WHAT YOU SHOULD DO ->
Pull every line containing the word "Namespace" from the records.

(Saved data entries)
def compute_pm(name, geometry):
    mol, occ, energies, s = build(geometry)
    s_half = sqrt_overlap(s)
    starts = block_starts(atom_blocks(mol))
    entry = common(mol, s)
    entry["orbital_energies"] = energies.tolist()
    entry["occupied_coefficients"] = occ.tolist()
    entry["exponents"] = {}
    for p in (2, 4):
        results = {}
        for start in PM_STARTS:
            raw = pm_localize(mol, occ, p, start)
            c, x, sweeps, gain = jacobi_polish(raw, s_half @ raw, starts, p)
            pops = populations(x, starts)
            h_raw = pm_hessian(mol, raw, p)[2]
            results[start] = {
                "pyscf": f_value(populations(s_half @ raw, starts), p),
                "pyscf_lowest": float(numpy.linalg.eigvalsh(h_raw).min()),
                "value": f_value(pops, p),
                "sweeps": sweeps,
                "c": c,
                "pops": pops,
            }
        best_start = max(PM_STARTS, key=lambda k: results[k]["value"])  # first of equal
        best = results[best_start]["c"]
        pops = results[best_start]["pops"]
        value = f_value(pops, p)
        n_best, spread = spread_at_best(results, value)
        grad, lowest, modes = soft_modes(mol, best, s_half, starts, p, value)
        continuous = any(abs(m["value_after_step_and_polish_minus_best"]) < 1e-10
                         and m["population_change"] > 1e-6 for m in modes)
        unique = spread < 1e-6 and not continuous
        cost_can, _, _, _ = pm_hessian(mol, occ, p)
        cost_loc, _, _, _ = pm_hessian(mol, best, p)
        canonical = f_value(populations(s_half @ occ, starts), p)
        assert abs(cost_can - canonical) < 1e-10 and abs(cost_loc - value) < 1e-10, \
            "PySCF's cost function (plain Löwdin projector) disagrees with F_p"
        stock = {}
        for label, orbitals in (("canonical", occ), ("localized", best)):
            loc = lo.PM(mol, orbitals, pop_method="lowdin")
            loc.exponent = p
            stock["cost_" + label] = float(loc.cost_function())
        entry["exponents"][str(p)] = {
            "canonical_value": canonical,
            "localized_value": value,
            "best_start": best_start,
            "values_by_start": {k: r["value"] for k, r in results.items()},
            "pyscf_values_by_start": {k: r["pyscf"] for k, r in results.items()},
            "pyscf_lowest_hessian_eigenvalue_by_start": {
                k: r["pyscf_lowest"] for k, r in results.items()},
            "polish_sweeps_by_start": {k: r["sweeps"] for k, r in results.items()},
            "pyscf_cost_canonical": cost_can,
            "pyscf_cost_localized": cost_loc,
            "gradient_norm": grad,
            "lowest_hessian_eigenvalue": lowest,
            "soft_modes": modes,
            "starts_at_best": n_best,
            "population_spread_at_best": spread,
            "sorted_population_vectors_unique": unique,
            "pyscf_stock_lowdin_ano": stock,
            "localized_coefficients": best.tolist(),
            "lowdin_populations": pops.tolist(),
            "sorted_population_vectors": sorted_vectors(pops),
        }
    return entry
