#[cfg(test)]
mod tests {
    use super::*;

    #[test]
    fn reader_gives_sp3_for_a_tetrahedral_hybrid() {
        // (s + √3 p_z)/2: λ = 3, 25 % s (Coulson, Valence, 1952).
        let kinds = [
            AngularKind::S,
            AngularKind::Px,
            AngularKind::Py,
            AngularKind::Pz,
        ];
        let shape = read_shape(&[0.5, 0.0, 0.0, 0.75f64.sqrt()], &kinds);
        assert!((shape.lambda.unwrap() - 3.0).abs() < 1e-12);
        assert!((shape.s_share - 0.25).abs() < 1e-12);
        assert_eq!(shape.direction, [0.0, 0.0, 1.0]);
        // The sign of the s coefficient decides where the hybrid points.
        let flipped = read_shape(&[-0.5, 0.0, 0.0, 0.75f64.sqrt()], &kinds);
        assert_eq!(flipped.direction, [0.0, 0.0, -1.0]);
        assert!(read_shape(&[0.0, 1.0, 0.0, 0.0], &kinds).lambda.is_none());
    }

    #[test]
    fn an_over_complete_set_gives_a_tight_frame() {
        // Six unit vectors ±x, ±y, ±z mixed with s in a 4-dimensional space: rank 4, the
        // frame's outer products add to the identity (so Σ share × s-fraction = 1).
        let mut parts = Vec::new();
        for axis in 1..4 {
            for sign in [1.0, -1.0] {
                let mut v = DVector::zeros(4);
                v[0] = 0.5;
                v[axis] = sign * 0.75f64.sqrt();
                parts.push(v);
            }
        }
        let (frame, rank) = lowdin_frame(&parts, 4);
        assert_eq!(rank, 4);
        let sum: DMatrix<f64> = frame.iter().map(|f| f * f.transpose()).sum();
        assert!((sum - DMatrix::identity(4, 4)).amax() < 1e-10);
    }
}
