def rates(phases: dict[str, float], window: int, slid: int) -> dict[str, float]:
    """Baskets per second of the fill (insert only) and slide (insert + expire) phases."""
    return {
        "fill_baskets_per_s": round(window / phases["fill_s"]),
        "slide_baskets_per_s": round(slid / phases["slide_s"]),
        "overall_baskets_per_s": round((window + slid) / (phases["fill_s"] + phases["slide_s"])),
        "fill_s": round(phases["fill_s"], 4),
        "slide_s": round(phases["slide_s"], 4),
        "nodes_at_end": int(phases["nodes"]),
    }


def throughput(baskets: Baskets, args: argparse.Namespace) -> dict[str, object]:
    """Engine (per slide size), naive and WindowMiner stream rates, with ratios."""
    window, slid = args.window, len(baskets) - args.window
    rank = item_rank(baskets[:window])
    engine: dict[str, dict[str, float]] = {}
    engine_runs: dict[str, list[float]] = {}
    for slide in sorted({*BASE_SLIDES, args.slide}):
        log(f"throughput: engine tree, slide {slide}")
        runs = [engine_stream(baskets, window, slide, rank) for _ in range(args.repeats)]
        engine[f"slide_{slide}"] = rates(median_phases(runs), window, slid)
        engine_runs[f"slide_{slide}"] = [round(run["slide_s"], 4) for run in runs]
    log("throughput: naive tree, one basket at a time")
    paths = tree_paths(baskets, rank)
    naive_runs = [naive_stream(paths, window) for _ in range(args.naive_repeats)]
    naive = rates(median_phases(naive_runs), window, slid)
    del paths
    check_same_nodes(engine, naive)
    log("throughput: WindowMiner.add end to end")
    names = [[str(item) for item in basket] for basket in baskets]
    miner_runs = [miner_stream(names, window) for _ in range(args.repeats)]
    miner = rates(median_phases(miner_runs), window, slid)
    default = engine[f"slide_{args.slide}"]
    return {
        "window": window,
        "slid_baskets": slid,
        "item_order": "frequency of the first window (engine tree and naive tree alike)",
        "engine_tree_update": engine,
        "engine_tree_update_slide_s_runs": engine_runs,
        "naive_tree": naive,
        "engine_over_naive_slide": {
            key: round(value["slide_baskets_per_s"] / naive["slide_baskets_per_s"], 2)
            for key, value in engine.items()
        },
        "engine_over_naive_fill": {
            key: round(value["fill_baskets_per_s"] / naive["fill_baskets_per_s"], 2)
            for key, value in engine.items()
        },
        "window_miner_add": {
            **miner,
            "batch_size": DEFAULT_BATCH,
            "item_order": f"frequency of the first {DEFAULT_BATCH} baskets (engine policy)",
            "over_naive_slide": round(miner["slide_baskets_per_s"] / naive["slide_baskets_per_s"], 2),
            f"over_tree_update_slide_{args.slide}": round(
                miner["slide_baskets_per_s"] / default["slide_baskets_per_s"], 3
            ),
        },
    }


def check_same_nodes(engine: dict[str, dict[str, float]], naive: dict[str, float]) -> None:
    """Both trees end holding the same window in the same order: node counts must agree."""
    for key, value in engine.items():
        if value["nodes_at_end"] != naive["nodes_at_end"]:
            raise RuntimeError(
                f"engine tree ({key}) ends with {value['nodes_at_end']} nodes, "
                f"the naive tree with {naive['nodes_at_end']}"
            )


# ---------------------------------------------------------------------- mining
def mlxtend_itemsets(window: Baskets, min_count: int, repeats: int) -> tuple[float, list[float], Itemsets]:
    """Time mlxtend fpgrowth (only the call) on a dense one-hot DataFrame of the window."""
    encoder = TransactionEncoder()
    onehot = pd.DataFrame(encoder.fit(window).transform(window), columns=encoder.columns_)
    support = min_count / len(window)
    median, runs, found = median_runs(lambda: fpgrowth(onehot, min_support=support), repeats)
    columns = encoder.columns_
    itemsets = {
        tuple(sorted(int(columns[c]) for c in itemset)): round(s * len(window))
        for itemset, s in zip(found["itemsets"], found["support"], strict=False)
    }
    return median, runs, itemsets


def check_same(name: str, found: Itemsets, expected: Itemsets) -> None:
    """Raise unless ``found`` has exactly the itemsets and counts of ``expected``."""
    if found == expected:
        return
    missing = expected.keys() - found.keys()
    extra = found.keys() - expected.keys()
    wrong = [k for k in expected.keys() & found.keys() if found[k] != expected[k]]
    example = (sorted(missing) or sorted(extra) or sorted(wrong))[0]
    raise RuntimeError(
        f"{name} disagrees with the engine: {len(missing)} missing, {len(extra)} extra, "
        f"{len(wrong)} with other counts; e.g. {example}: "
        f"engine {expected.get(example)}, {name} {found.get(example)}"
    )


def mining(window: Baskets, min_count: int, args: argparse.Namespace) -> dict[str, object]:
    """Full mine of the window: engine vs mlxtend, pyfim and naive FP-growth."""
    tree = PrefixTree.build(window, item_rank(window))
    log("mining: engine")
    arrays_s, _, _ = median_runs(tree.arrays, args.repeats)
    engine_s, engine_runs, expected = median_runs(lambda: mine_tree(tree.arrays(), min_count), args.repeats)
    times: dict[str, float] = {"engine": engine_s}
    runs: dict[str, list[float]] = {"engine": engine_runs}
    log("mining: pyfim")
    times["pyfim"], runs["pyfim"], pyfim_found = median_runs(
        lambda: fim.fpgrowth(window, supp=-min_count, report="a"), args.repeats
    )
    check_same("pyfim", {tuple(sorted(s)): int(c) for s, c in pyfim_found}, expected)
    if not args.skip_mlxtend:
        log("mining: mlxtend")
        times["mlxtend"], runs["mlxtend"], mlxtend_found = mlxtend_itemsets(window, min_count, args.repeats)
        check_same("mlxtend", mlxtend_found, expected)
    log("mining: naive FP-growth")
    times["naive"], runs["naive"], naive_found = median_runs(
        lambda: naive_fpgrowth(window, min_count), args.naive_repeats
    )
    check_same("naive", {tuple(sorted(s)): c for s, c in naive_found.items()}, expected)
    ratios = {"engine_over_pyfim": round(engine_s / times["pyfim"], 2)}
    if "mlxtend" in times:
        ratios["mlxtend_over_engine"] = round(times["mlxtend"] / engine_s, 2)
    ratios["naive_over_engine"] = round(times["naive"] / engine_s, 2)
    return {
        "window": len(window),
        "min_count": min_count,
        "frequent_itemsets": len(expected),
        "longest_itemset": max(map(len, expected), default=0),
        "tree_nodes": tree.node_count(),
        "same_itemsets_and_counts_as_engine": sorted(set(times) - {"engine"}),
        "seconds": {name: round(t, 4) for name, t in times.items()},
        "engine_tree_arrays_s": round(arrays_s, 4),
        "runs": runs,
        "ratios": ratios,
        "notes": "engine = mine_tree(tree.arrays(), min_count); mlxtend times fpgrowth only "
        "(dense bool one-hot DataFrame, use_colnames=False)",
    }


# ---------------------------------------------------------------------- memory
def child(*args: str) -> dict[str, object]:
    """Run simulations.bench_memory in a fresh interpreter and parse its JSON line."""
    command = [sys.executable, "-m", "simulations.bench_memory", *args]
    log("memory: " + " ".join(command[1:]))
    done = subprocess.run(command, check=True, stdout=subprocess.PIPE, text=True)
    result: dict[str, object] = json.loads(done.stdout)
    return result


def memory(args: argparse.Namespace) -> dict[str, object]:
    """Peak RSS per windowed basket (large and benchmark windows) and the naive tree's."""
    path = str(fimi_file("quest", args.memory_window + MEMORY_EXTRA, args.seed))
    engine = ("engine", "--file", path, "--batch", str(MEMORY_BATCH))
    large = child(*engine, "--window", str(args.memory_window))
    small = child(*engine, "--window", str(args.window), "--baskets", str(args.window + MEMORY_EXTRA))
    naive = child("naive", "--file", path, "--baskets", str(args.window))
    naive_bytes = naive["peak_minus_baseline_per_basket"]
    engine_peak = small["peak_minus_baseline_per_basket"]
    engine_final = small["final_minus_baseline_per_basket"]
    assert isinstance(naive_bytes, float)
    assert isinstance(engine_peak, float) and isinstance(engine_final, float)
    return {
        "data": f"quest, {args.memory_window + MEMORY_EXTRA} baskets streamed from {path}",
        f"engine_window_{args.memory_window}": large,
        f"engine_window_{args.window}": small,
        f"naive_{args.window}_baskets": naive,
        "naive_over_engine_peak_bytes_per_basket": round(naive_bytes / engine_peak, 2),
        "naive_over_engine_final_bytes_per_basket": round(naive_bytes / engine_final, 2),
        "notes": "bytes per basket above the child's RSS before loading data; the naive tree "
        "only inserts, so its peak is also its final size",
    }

SOLUTION BELOW ->
def throughput(baskets: Baskets, args: argparse.Namespace) -> dict[str, object]:
def mining(window: Baskets, min_count: int, args: argparse.Namespace) -> dict[str, object]:
def memory(args: argparse.Namespace) -> dict[str, object]:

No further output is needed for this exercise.